We do not yet know whether IE1 and IE2 interact with HDACs other than HDAC3 or whether they target the same or different subsets of HDACs. IE1 and IE2 mRNAs are derived from the same transcription unit by differential splicing, and the two proteins share 85 amino-terminal amino acids encoded by two common exons. It is possible that this common region contains the domain responsible for interaction with HDACs, making it likely that the two proteins would target the same set of HDACs. We also do not know whether IE1 and IE2 interact directly or indirectly with HDAC3. Both proteins contain zinc-finger-like motifs located outside of their common domains, and these motifs might sponsor direct HDAC interactions because zinc finger domains are responsible for the interaction of nuclear receptors with HDAC3 (31). IE1 binds the PML protein (11) and PML binds several HDACs, including HDAC2 and HDAC3 (32), providing a potential mechanism for an indirect IE1-HDAC3 interaction. However, Tang and Maul (23) have ruled out this possibility for murine cytomegalovirus IE1 by showing that the HDAC2 interaction occurs in PML–/–cells.

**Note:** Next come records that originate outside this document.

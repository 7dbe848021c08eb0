//! Write a synthetic reaction library: `cargo run --release --example
//! generate_library -- DIR REACTIONS [MISTAKE_FRACTION] [FILES] [SEED]`.

use std::path::PathBuf;

fn main() {
    let args: Vec<String> = std::env::args().skip(1).collect();
    let Some(dir) = args.first().map(PathBuf::from) else {
        eprintln!("usage: generate_library DIR REACTIONS [MISTAKE_FRACTION] [FILES] [SEED]");
        std::process::exit(2);
    };
    let reactions = args.get(1).and_then(|s| s.parse().ok()).unwrap_or(10_000);
    let mistakes = args.get(2).and_then(|s| s.parse().ok()).unwrap_or(0.01);
    let files = args.get(3).and_then(|s| s.parse().ok()).unwrap_or(4);
    let generated = stoik::synthetic::generate(&stoik::synthetic::Recipe {
        reactions,
        mistakes,
        files,
        seed: args.get(4).and_then(|s| s.parse().ok()).unwrap_or(42),
    });
    if let Err(e) = std::fs::create_dir_all(&dir) {
        eprintln!("error: {}: {e}", dir.display());
        std::process::exit(2);
    }
    let mut bytes = 0;
    for (name, text) in &generated.files {
        bytes += text.len();
        if let Err(e) = std::fs::write(dir.join(name), text) {
            eprintln!("error: {name}: {e}");
            std::process::exit(2);
        }
    }
    eprintln!(
        "wrote {} files, {} reactions, {bytes} bytes, {} planted mistakes, top file {}",
        generated.files.len(),
        generated.reactions,
        generated.planted,
        dir.join("library.stoik").display()
    );
}
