//! Time the language server's work for a run of edits of the edit
//! benchmark's library (20,000 reactions in one file): each edit types or
//! deletes a `#` at the start of a line in the middle, applies the change
//! to the text, analyses it with the last snapshot to reuse and converts
//! the diagnostics. Prints the median and the fastest edit; the replaced
//! snapshot is freed outside the timing, as the server frees it on another
//! thread. With `STOIK_PROFILE=1` every edit also prints its phases. Run
//! it as `cargo run --release --example edit_timing -- [EDITS]` (40 edits
//! when none is given).

use std::collections::HashMap;
use std::path::{Path, PathBuf};
use std::time::Instant;
use stoik::config::Config;
use stoik::lsp::convert::RuleDocs;
use stoik::lsp::documents::{Change, apply};
use stoik::lsp::snapshot::{Snapshot, build_with};
use stoik::syntax::line_index::{Encoding, Position};

/// The allocator of the `stoik` binary.
#[global_allocator]
static ALLOCATOR: mimalloc::MiMalloc = mimalloc::MiMalloc;

fn main() {
    let edits: usize = std::env::args()
        .nth(1)
        .and_then(|a| a.parse().ok())
        .unwrap_or(40);
    let path = PathBuf::from("/stoik-bench/big.stoik");
    let root = Path::new("/stoik-bench");
    let mut text = stoik::synthetic::edit_benchmark_library(20_000);
    let middle = text.lines().count() as u32 / 2;
    let docs = RuleDocs::default();
    let mut last: Option<Snapshot> = None;
    let mut millis = Vec::with_capacity(edits);
    for version in 2..edits as i32 + 2 {
        // Even versions type the `#`, odd ones delete it again.
        let typed = version % 2 == 0;
        let from = Position {
            line: middle,
            column: 0,
        };
        let to = Position {
            line: middle,
            column: u32::from(!typed),
        };
        let change = Change {
            range: Some((from, to)),
            text: if typed { "#" } else { "" }.to_string(),
        };
        let started = Instant::now();
        apply(&mut text, &change, Encoding::Utf16);
        let texts = HashMap::from([(path.clone(), text.clone())]);
        let Ok(snap) = build_with(
            &path,
            version,
            texts,
            root,
            Config::default(),
            None,
            last.as_ref(),
        ) else {
            eprintln!("error: the edited text could not be analysed");
            std::process::exit(2);
        };
        let diagnostics = stoik::lsp::server::document_diagnostics(&snap, Encoding::Utf16, &docs);
        std::hint::black_box(diagnostics.len());
        millis.push(started.elapsed().as_secs_f64() * 1e3);
        drop(last.replace(snap));
    }
    millis.sort_by(f64::total_cmp);
    match (millis.get(millis.len() / 2), millis.first()) {
        (Some(median), Some(fastest)) => println!(
            "{} edits: median {median:.1} ms, fastest {fastest:.1} ms",
            millis.len()
        ),
        _ => println!("no edits timed"),
    }
}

HC toxin restored CR208 replication to WT levels (Fig. 1C). Because an IE1-null mutant can be fully complemented by an HDAC inhibitor, it is possible that modulation of HDAC function might be the sole, primary biochemical function of IE1. However, IE1 has been reported to physically interact with constituents of the basal transcription factor TFIID and transcription factors E2F, CTF-1, and Sp1 (33–36). Perhaps, these interactions serve to target IE1's HDAC inhibitory activity to the vicinity of the cellular transcription factors, and this localization, in turn, influences function of the targeted factor. Alternatively, HC toxin might be a more potent HDAC inhibitor than IE1, and its global effect on histone acetylation might compensate for the loss of additional IE1 functions.

The IE2 protein has been shown to bind the p300- and CBP-associated factor (P/CAF) histone acetyltransferase, potentiating its ability to activate transcription (37). Here, we demonstrate that IE1, and likely IE2, interacts with and inhibits HDAC3. Chromatin remodeling is a major mechanism by which HCMV IE proteins activate transcription.